• _Work instructions_: Report, as a number alone, how many lines below contain the string "leaves".

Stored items
------------------------------------------------

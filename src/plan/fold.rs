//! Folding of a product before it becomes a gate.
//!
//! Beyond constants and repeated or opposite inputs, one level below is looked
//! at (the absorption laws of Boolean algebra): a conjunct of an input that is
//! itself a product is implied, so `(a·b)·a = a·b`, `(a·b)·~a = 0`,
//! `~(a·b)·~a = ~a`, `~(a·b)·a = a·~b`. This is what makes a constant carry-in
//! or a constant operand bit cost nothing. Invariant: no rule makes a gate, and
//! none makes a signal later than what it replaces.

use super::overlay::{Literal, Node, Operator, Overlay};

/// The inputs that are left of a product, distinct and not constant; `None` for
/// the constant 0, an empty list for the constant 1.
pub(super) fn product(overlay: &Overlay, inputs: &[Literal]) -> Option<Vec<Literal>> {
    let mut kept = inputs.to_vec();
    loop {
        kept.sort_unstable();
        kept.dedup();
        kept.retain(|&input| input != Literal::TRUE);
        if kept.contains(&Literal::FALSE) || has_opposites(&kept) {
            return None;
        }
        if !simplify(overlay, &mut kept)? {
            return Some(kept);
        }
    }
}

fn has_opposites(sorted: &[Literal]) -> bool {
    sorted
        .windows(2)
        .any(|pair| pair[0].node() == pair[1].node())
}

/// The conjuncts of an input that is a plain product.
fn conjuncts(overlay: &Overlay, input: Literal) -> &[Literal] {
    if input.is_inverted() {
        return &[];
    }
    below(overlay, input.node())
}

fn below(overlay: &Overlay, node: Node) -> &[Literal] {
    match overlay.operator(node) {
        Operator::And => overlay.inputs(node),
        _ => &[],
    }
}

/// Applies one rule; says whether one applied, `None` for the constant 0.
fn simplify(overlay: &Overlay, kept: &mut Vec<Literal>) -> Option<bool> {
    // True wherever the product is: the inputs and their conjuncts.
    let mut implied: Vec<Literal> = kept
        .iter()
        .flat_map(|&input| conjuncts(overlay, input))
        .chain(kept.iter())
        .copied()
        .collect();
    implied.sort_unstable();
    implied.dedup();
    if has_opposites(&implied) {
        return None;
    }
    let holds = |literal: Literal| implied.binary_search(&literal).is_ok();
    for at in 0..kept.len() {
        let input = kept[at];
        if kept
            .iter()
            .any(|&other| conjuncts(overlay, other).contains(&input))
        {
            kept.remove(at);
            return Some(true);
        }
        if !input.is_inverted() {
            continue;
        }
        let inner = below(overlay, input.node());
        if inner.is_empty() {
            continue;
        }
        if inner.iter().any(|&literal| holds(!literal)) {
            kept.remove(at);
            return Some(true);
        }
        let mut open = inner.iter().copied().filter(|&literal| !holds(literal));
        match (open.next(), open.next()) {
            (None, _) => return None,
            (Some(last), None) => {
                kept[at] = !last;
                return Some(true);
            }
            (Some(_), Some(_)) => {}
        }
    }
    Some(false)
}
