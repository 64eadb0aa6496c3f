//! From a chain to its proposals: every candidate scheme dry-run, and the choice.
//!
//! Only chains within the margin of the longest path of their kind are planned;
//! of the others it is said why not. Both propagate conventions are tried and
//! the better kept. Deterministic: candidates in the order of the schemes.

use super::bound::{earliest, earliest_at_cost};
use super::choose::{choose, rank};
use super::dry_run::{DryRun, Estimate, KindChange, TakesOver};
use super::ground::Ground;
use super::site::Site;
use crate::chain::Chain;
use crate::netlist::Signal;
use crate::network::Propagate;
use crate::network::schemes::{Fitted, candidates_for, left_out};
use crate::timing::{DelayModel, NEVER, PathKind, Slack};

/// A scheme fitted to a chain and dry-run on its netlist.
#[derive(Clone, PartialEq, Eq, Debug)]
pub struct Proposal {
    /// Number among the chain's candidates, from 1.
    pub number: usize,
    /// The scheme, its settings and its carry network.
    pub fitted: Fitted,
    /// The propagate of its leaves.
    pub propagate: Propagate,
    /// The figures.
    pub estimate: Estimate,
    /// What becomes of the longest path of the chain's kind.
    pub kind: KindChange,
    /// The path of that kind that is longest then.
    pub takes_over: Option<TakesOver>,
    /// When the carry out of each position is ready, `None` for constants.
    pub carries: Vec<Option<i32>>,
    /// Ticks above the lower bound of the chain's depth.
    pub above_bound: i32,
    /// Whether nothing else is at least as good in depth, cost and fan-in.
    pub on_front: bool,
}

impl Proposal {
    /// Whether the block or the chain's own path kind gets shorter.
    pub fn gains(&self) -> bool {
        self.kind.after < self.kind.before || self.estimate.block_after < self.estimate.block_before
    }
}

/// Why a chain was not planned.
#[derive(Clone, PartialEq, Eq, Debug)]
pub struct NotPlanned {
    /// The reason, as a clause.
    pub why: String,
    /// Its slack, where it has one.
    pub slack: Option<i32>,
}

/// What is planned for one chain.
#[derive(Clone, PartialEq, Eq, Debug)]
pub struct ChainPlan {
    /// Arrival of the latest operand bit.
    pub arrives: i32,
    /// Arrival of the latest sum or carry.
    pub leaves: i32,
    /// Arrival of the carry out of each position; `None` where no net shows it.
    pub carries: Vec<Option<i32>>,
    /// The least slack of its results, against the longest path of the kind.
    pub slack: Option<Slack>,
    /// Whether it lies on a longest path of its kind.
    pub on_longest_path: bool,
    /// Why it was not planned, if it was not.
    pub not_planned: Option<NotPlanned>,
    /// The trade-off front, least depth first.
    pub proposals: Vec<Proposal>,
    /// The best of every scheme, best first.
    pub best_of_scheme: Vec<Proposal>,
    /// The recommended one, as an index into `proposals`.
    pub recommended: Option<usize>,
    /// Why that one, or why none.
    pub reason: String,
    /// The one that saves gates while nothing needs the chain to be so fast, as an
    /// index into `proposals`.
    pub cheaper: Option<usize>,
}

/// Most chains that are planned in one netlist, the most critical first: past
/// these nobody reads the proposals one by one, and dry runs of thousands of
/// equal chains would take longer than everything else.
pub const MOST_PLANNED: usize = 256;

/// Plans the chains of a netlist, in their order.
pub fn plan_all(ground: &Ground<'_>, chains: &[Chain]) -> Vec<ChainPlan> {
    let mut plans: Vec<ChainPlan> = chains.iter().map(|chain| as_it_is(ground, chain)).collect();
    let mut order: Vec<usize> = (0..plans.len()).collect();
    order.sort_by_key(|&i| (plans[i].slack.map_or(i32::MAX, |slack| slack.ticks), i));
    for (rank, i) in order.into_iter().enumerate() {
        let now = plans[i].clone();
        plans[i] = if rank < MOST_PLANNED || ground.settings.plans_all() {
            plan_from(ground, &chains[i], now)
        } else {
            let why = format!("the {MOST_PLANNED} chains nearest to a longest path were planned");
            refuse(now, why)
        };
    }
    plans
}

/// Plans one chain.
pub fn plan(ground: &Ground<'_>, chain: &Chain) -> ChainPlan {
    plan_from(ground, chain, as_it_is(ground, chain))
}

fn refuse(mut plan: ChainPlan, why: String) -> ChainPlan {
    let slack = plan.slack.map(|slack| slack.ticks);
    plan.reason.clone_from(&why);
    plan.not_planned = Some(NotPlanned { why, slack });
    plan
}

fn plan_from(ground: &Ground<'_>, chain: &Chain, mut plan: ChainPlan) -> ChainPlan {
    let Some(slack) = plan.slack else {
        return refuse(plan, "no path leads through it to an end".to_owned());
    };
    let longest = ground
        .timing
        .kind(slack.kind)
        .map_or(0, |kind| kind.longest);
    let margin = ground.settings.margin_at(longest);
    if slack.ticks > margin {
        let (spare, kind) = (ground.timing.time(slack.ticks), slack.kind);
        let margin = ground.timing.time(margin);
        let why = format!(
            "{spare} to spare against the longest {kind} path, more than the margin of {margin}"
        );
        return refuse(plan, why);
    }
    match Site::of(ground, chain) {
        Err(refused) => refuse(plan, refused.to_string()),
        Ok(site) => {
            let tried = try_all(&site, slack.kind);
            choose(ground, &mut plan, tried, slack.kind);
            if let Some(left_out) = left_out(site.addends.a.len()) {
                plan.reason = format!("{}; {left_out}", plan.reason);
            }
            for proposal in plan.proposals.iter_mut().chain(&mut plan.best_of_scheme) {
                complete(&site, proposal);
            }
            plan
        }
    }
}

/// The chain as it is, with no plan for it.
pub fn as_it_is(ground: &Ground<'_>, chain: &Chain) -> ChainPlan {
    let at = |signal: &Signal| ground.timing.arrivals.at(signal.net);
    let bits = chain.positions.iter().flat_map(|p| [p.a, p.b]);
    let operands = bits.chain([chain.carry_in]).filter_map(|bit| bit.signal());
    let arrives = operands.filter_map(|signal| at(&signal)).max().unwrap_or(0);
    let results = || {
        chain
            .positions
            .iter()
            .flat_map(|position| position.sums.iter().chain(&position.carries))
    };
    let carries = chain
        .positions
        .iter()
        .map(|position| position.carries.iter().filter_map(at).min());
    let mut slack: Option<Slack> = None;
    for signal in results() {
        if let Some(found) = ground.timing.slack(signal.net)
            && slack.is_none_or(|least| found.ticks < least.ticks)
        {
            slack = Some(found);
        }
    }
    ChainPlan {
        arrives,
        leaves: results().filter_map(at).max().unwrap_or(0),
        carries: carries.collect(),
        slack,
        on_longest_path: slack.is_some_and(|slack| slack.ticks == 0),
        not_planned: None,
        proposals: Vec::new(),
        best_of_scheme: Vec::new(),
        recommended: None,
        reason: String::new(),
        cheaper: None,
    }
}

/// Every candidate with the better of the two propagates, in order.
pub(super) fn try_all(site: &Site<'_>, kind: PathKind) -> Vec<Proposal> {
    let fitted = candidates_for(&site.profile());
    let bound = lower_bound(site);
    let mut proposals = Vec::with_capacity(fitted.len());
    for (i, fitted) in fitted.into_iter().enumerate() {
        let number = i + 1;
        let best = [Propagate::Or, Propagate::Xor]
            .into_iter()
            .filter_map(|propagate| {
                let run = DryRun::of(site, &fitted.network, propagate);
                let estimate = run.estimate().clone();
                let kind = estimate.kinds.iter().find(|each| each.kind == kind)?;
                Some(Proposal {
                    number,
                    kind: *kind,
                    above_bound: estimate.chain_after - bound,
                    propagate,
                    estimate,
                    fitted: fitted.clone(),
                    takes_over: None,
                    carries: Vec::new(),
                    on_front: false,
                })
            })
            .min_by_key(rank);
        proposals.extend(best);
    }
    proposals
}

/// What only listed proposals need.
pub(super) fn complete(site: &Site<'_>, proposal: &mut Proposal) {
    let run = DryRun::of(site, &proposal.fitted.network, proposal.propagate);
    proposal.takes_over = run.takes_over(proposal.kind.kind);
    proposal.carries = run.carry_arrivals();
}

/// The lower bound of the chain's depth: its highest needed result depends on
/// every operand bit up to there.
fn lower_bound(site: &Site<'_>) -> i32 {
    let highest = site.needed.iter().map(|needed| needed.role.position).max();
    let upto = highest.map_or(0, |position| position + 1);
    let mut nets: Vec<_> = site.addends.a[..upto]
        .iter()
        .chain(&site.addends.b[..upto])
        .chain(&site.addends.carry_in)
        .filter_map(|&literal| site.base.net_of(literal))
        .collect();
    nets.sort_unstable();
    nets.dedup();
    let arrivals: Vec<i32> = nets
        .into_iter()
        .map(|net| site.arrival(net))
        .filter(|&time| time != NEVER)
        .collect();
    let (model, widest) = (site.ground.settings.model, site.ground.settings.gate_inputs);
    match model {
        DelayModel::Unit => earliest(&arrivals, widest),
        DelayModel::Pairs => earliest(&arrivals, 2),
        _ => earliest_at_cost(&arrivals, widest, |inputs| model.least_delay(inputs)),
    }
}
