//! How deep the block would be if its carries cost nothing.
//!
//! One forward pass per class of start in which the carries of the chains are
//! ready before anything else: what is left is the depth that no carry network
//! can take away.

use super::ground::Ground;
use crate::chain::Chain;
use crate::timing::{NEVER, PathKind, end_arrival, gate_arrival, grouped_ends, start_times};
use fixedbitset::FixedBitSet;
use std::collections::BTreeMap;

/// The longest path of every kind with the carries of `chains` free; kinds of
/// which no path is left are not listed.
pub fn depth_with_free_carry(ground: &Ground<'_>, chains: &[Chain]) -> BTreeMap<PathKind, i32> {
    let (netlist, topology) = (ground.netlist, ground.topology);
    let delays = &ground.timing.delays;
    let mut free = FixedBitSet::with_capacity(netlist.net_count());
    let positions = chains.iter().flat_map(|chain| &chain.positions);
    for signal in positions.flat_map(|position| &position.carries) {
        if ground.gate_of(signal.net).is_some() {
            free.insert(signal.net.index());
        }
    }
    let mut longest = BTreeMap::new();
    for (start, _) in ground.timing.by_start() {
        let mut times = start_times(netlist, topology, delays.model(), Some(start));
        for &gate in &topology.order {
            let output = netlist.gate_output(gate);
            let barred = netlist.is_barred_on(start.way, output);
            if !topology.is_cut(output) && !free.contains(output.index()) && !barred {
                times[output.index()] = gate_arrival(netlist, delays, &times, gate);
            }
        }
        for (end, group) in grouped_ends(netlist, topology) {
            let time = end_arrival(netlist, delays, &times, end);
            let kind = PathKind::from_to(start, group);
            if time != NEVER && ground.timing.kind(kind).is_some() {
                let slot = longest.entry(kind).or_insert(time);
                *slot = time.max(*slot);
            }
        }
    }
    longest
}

------------------------------------------------

• _Answer box_: 3